WebmasterWorld Senior Member 10+ Year Member



I think I saw what you mean. When I checked Google's cache, I found between all the letters a space. This would suggest an encoding problem. Unlike ASCII, Unicode needs 2 bytes per character. No idea why these pages are not doing well on Google. They load correctly in my browser. Also strange is that in the snippet, the words are not showing the extra space.

takagi

2:43 pm on Apr 15, 2003 (gmt 0)

WebmasterWorld Senior Member 10+ Year Member



Just did a check with the Server header checker [webmasterworld.com] on some of these 36,600 pages and found no pattern. Different servers (Apache, Microsoft-IIS) correct Content-Type (Content-Type: text/html) and no redirects or errors (200 OK).
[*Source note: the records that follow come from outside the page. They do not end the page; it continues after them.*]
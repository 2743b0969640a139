/**
 * Sampling a computed column onto the fixed pressure grid of the profile table.
 *
 * Rows (one per grid pressure, every scenario gets the whole grid, so the table reshapes to
 * scenarios x pressures):
 * - above the top of the column (inside the lid, P < P_top): t_c, f, h2o_melt_wt_pct and
 *   productivity are null (the lid's temperature is not modelled by the isentropic column);
 * - between the onset and the top (P_top <= P <= P_onset): the computed path, interpolated linearly
 *   in pressure between its points; productivity = -dF/dP x 100 is the slope of that interpolant
 *   (the path segment holding P; at a path point, the segment above it);
 * - below the onset (P > P_onset; every P >= P_top of a no_melt column): f = 0, productivity = 0,
 *   h2o_melt_wt_pct null (no melt), t_c on the solid adiabat for isentropic columns and null for
 *   conductive ones (their path starts at the onset; below it the conductive geotherm is not kept);
 * - onset_beyond_range and failed scenarios: all four null.
 * NaN stands for null in the arrays (it becomes a validity bitmap in Arrow).
 */
import { adiabatTempC } from '../physics/adiabat.js';
import type { MeltParams } from '../physics/params.js';
import type { ColumnResult, ThermalModel } from '../physics/types.js';
import { pGpaFromDepthKm } from '../physics/units.js';
import type { ProfileSamples } from '../process/chunk-result.js';

/** The sampled values of a chunk, row-major: scenario i, grid point j at index i * points + j. */
export type { ProfileSamples } from '../process/chunk-result.js';

/** Profile samples of n scenarios on a grid of `points` pressures, every value null (NaN). */
export function allocateProfileSamples(n: number, points: number): ProfileSamples {
  const make = (): Float64Array => new Float64Array(n * points).fill(Number.NaN);
  return { points, t_c: make(), f: make(), h2o_melt_wt_pct: make(), productivity_pct_per_gpa: make() };
}

/** Leave scenario `row`'s samples null (NaN). */
export function clearProfileRow(out: ProfileSamples, row: number): void {
  const a = row * out.points;
  const b = a + out.points;
  out.t_c.fill(Number.NaN, a, b);
  out.f.fill(Number.NaN, a, b);
  out.h2o_melt_wt_pct.fill(Number.NaN, a, b);
  out.productivity_pct_per_gpa.fill(Number.NaN, a, b);
}

/**
 * Write scenario `row`'s samples on the ascending grid `pressures` (GPa) into `out`.
 * @param result the column, computed with withProfile: true
 * @param tpC potential temperature (degC), for the adiabat below the onset
 * @param lidKm lid thickness (km): the top of a no_melt column
 * @param thermal the thermal model the column ran with
 */
export function sampleColumnProfile(
  result: ColumnResult,
  tpC: number,
  lidKm: number,
  thermal: ThermalModel,
  params: MeltParams,
  pressures: Float64Array,
  out: ProfileSamples,
  row: number,
): void {
  clearProfileRow(out, row);
  const base = row * out.points;
  const g = pressures.length;
  const isentropic = thermal === 'isentropic';
  if (result.status === 'no_melt') {
    const top = pGpaFromDepthKm(lidKm, params.rho_s, params.g);
    for (let j = 0; j < g; j++) {
      const p = pressures[j];
      if (p < top) continue;
      out.t_c[base + j] = isentropic ? adiabatTempC(tpC, p, params) : Number.NaN;
      out.f[base + j] = 0;
      out.productivity_pct_per_gpa[base + j] = 0;
    }
    return;
  }
  const prof = result.profile;
  if (result.status !== 'ok' || prof === undefined || prof.p_gpa.length < 2) return;
  const pp = prof.p_gpa; // descending: onset (index 0) to top (last)
  const n = pp.length;
  const onset = pp[0];
  const top = pp[n - 1];
  // k: the path point at or just below (deeper than) p; walks towards the onset as p grows
  let k = n - 1;
  for (let j = 0; j < g; j++) {
    const p = pressures[j];
    const at = base + j;
    if (p < top) continue;
    if (p > onset) {
      out.t_c[at] = isentropic ? adiabatTempC(tpC, p, params) : Number.NaN;
      out.f[at] = 0;
      out.productivity_pct_per_gpa[at] = 0;
      continue;
    }
    while (k > 0 && pp[k] < p) k--;
    // segment (a, b) with pp[a] >= p >= pp[b]: the one above the point when p sits on a path point
    const a = k === n - 1 ? n - 2 : k;
    const b = a + 1;
    const dp = pp[b] - pp[a];
    if (!(dp < 0)) {
      out.t_c[at] = prof.t_c[k];
      out.f[at] = prof.f[k];
      out.h2o_melt_wt_pct[at] = prof.h2o_melt_wt_pct[k];
      continue;
    }
    const w = (p - pp[a]) / dp;
    out.t_c[at] = prof.t_c[a] + w * (prof.t_c[b] - prof.t_c[a]);
    out.f[at] = prof.f[a] + w * (prof.f[b] - prof.f[a]);
    out.h2o_melt_wt_pct[at] = prof.h2o_melt_wt_pct[a] + w * (prof.h2o_melt_wt_pct[b] - prof.h2o_melt_wt_pct[a]);
    out.productivity_pct_per_gpa[at] = (-100 * (prof.f[b] - prof.f[a])) / dp;
  }
}
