/**
 * A quick estimate of a sweep's cost from a short calibration run on this machine:
 * integrate small samples of the plan in-process, time them, and measure the encoded size of
 * their rows.
 */
import * as arrow from 'apache-arrow';
import { chunkToRecordBatch } from '../io/arrow-batch.js';
import { makeStatusDictionary, resultsSchema, tableFieldsOf } from '../io/arrow-schema.js';
import { resolveParams } from '../physics/params.js';
import { computeChunk, makeChunkContext } from './compute-chunk.js';
import type { SweepSpec } from '../spec/types.js';

export interface RunEstimate {
  readonly points: number;
  readonly calibrationColumns: number;
  readonly columnsPerSecondPerCore: number;
  readonly workers: number;
  /** wall time with the given workers, assuming 90 % parallel efficiency */
  readonly seconds: number;
  readonly bytesPerRow: number;
  readonly bytes: number;
}

/**
 * @param rows rows that would be computed (the whole sweep or one shard)
 * @param budgetMs calibration time budget (stops early once spent)
 */
export function estimateRun(spec: SweepSpec, rows: number, workers: number, budgetMs = 800): RunEstimate {
  const ctx = makeChunkContext(spec);
  const count = ctx.plan.count;
  const samples = 8;
  const perSample = Math.max(1, Math.min(64, Math.floor(count / samples)));
  let columns = 0;
  let ms = 0;
  let bytes = 0;
  const schema = resultsSchema({
    ...tableFieldsOf(spec),
    sweepJson: '{}', sweepHash: '', toolVersion: '', params: resolveParams(spec.model.params), pointCount: count,
    rowStart: 0, rowEnd: count, shard: '1/1', blockLabels: ctx.plan.hasBlocks ? ['A'] : null,
  });
  const dictionary = makeStatusDictionary();
  // warm-up (not timed): the first calls run unoptimised code
  computeChunk(ctx, 0, Math.min(count, 4 * perSample));
  const t0 = performance.now();
  for (let k = 0; k < samples && performance.now() - t0 < budgetMs; k++) {
    const start = Math.min(count - perSample, Math.floor((k * count) / samples));
    const chunk = computeChunk(ctx, Math.max(0, start), Math.max(0, start) + Math.min(perSample, count));
    columns += chunk.end - chunk.start;
    ms += chunk.computeMs;
    const batch = chunkToRecordBatch(chunk, schema, dictionary);
    bytes += arrow.tableToIPC(new arrow.Table([batch]), 'stream').byteLength;
  }
  const rate = ms > 0 ? (columns * 1000) / ms : Infinity;
  const bytesPerRow = columns > 0 ? bytes / columns : 0;
  return {
    points: count,
    calibrationColumns: columns,
    columnsPerSecondPerCore: rate,
    workers,
    seconds: rows / (rate * workers * 0.9),
    bytesPerRow,
    bytes: bytesPerRow * rows,
  };
}

export function formatBytes(n: number): string {
  const units = ['B', 'KiB', 'MiB', 'GiB', 'TiB'];
  let v = n;
  let u = 0;
  while (v >= 1024 && u < units.length - 1) {
    v /= 1024;
    u++;
  }
  return `${v.toFixed(u === 0 ? 0 : 1)} ${units[u]}`;
}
The size mentioned in the SERP matches the "Content-Length" in the header (if the header contains this field). So it is not double the size you would expect with all these extra spaces.

Words in the text can be found (no problem with the extra spaces) but also the HTML code that is on the page.

The pages have no Title in the SERP unless it is a page in Google Directory (in that case the title from the directory is used).

This truly looks like a bug in Google or its bots.

HenryUK

3:37 pm on Apr 15, 2003 (gmt 0)

10+ Year Member



Google bug? Hey, how about that then GG?

I have another theory that I am going to check out first...

thanks for the intelligent response and research takagi - I think this is an interesting one.

HenryUK

4:00 pm on Apr 15, 2003 (gmt 0)

10+ Year Member



Hmm. My theory no good. Written to Google on this, will post any interesting reply...

HenryUK

2:15 pm on Apr 16, 2003 (gmt 0)

10+ Year Member



Apparently it WAS a unicode issue.

Don't know whether it is a general Unicode problem with Google indexing or whether the pages were set to Unicode inappropriately.

takagi

2:30 pm on Apr 16, 2003 (gmt 0)

WebmasterWorld Senior Member 10+ Year Member



What makes you so sure it was a Unicode problem? And if so, why have these sites this problem, and others are OK?

takagi

6:58 am on May 1, 2003 (gmt 0)

WebmasterWorld Senior Member 10+ Year Member



Hello Henry, I found some more information about these 2 characters. It has to do with a ZERO-WIDTH NON-BREAKING SPACE character also known as a 'Byte Order Mark (BOM)'. When sending a 16 bit code, the server can send the Most Significant Byte (MSB) first or the Least Significant Byte (LSB) first. Kind of big-endian vs little-endian.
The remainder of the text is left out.